The Role of the Shear Work in Microtube Convective Heat Transfer: A Comparative Study

[+] Author and Article Information
K. Ramadan

Department of Mechanical Engineering,
Mu'tah University,
P. O. Box 7,
Karak 61710, Jordan
e-mail: rkhalid@mutah.edu.jo

Contributed by the Heat Transfer Division of ASME for publication in the JOURNAL OF HEAT TRANSFER. Manuscript received December 28, 2013; final manuscript received May 6, 2015; published online August 11, 2015. Assoc. Editor: Sujoy Kumar Saha.

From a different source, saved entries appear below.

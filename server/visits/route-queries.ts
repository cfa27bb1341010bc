import type * as z from 'zod';
import type { StoreHours } from '@shared/fleet/store-hours';
import { notFound } from '@shared/problem';
import type { route, visit } from '@shared/visits/route-parts';
import { routeState } from '@shared/visits/route-state';
import { Binds } from '@db/binds';
import type { Tenant } from '@db/tenant-transaction';
import type { Actor } from '../access/actor';
import { visibleStores } from '../access/visible-stores';
import { type Position, distanceMetres } from '../fleet/locate-store';
import { asPlannedTask, type PlannedTaskRow, plannedTaskRows, sumMinutes } from './planned-tasks';
import { hoursOn, type Stop, stopColumn } from './stop-columns';
import { techniciansFor } from './technicians';

export type Route = z.output<typeof route>;
export type Visit = z.output<typeof visit>;

interface RouteRow {
  id: string;
  technicianId: string;
  technicianName: string;
  homeLatitude: number | null;
  homeLongitude: number | null;
  onDate: string;
  version: number;
  publishedVersion: number | null;
  publishedAt: Date | null;
}

interface VisitRow {
  id: string;
  routeId: string;
  version: number;
  position: number;
  note: string;
  store: Stop;
  hours: Partial<StoreHours>;
  seen: boolean;
}

/**
 * Routes that fit a condition on `routes ro`, by technician and day, each with its visits in order.
 * Three statements, however many routes there are.
 *
 * @param seen SQL true for the rows of `stores s` that the reader sees; the rest is only counted
 */
export async function routesWhere(
  tenant: Tenant,
  where: (binds: Binds) => string,
  seen: (binds: Binds) => string,
  now: Date,
): Promise<Route[]> {
  const binds = new Binds();
  const routes = await tenant.rows<RouteRow>(
    `SELECT ro.id, p.id AS "technicianId", p.name AS "technicianName",
       p.home_latitude AS "homeLatitude", p.home_longitude AS "homeLongitude",
       ro.on_date AS "onDate", ro.version, ro.published_version AS "publishedVersion",
       ro.published_at AS "publishedAt"
     FROM routes ro JOIN people p ON p.id = ro.technician_id
     WHERE ${where(binds)} ORDER BY lower(p.name), p.id, ro.on_date`,
    binds.values,
  );
  if (routes.length === 0) return [];
  const visits = await visitRows(tenant, routes, seen);
  const tasks = await tasksOf(tenant, visits, now);
  return routes.map((row) =>
    present(
      row,
      visits.filter(({ routeId }) => routeId === row.id),
      tasks,
    ),
  );
}

/** One route as the actor sees it, after a change that they were allowed. */
export async function plannedRoute(
  tenant: Tenant,
  actor: Actor,
  id: string,
  now: Date,
): Promise<Route> {
  const [found] = await routesWhere(
    tenant,
    (binds) => `ro.id = ${binds.add(id)}::uuid`,
    (binds) => visibleStores(actor, 'visits.plan', binds),
    now,
  );
  if (!found) throw notFound('route');
  return found;
}

/**
 * One route of somebody whom the actor may send, or with something on it that the actor plans.
 * @throws Problem 404
 */
export async function routeById(
  tenant: Tenant,
  actor: Actor,
  id: string,
  now: Date,
): Promise<Route> {
  const found = await plannedRoute(tenant, actor, id, now);
  if (found.visits.length > 0) return found;
  const theirs = await techniciansFor(tenant, actor, { technician: found.technician.id });
  if (theirs.length === 0) throw notFound('route');
  return found;
}

function visitRows(
  tenant: Tenant,
  routes: readonly RouteRow[],
  seen: (binds: Binds) => string,
): Promise<VisitRow[]> {
  const binds = new Binds();
  const ids = binds.add(routes.map(({ id }) => id));
  return tenant.rows<VisitRow>(
    `SELECT v.id, v.route_id AS "routeId", v.version, v.position, v.note, s.hours, ${stopColumn},
       (${seen(binds)}) AS seen
     FROM visits v JOIN stores s ON s.id = v.store_id
     WHERE v.route_id = ANY(${ids}::uuid[]) ORDER BY v.position, v.id`,
    binds.values,
  );
}

async function tasksOf(
  tenant: Tenant,
  visits: readonly VisitRow[],
  now: Date,
): Promise<Map<string, PlannedTaskRow[]>> {
  const ids = visits.filter(({ seen }) => seen).map(({ id }) => id);
  const byVisit = new Map<string, PlannedTaskRow[]>(ids.map((id) => [id, []]));
  if (ids.length === 0) return byVisit;
  const binds = new Binds();
  const where = `t.visit_id = ANY(${binds.add(ids)}::uuid[])`;
  for (const task of await plannedTaskRows(tenant, binds, where, now)) {
    byVisit.get(task.visitId ?? '')?.push(task);
  }
  return byVisit;
}

function present(
  row: RouteRow,
  rows: readonly VisitRow[],
  tasks: ReadonlyMap<string, PlannedTaskRow[]>,
): Route {
  const home = homeOf(row);
  const visits: Visit[] = [];
  let before: Position | null = home;
  for (const { id, version, position, note, store, hours, seen } of rows) {
    // From a stop that the reader does not see no leg can be told without telling where it is.
    const from = before;
    before = seen ? store : null;
    if (!seen) continue;
    const its = (tasks.get(id) ?? []).map(asPlannedTask);
    visits.push({
      id,
      version,
      position,
      note,
      store,
      hours: hoursOn(hours, row.onDate),
      legMetres: from && distanceMetres(from, store),
      minutes: sumMinutes(its),
      tasks: its,
    });
  }
  return {
    id: row.id,
    technician: { id: row.technicianId, name: row.technicianName, homeKnown: home !== null },
    onDate: row.onDate,
    state: routeState(row.version, row.publishedVersion),
    publishedAt: row.publishedAt?.toISOString() ?? null,
    version: row.version,
    visits,
    elsewhere: rows.length - visits.length,
    metres: visits.reduce((sum, { legMetres }) => sum + (legMetres ?? 0), 0),
    minutes: visits.reduce((sum, { minutes }) => sum + minutes, 0),
  };
}

function homeOf({ homeLatitude, homeLongitude }: RouteRow): Position | null {
  if (homeLatitude === null || homeLongitude === null) return null;
  return { latitude: homeLatitude, longitude: homeLongitude };
}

J. Heat Transfer 138(1), 011701 (Aug 11, 2015) (11 pages) Paper No: HT-13-1674; doi: 10.1115/1.4031107 History: Received December 28, 2013

Convective heat transfer of a thermally developing rarefied gas flow in a microtube with boundary shear work, viscous dissipation, and axial conduction is analyzed numerically for both constant wall temperature (CWT) and constant wall heat flux (CHF) boundary conditions. Analytical solutions for the fully developed flow conditions including the boundary shear work are also derived. The proper thermal boundary condition considering the sliding friction at the wall for the CHF case is implemented. The sliding friction is also included in the calculation of the wall heat flux for the CWT case. A comparative study is performed to quantify the effect of the shear work on heat transfer in the entrance—and the fully developed—regions for both gas cooling and heating. Results are presented in both graphical and tabular forms for a range of problem parameters. The results show that the effect of shear work on heat transfer is considerable and it increases with increasing both the Knudsen number and Brinkman number. Neglecting the shear work in a microtube slip flow leads to over- or underestimating the Nusselt number considerably. In particular, for the CWT case with fully developed conditions, the contribution of the shear work to heat transfer can be around 45% in the vicinity of the upper limit of the slip flow regime, regardless of how small the nonzero Brinkman number can be.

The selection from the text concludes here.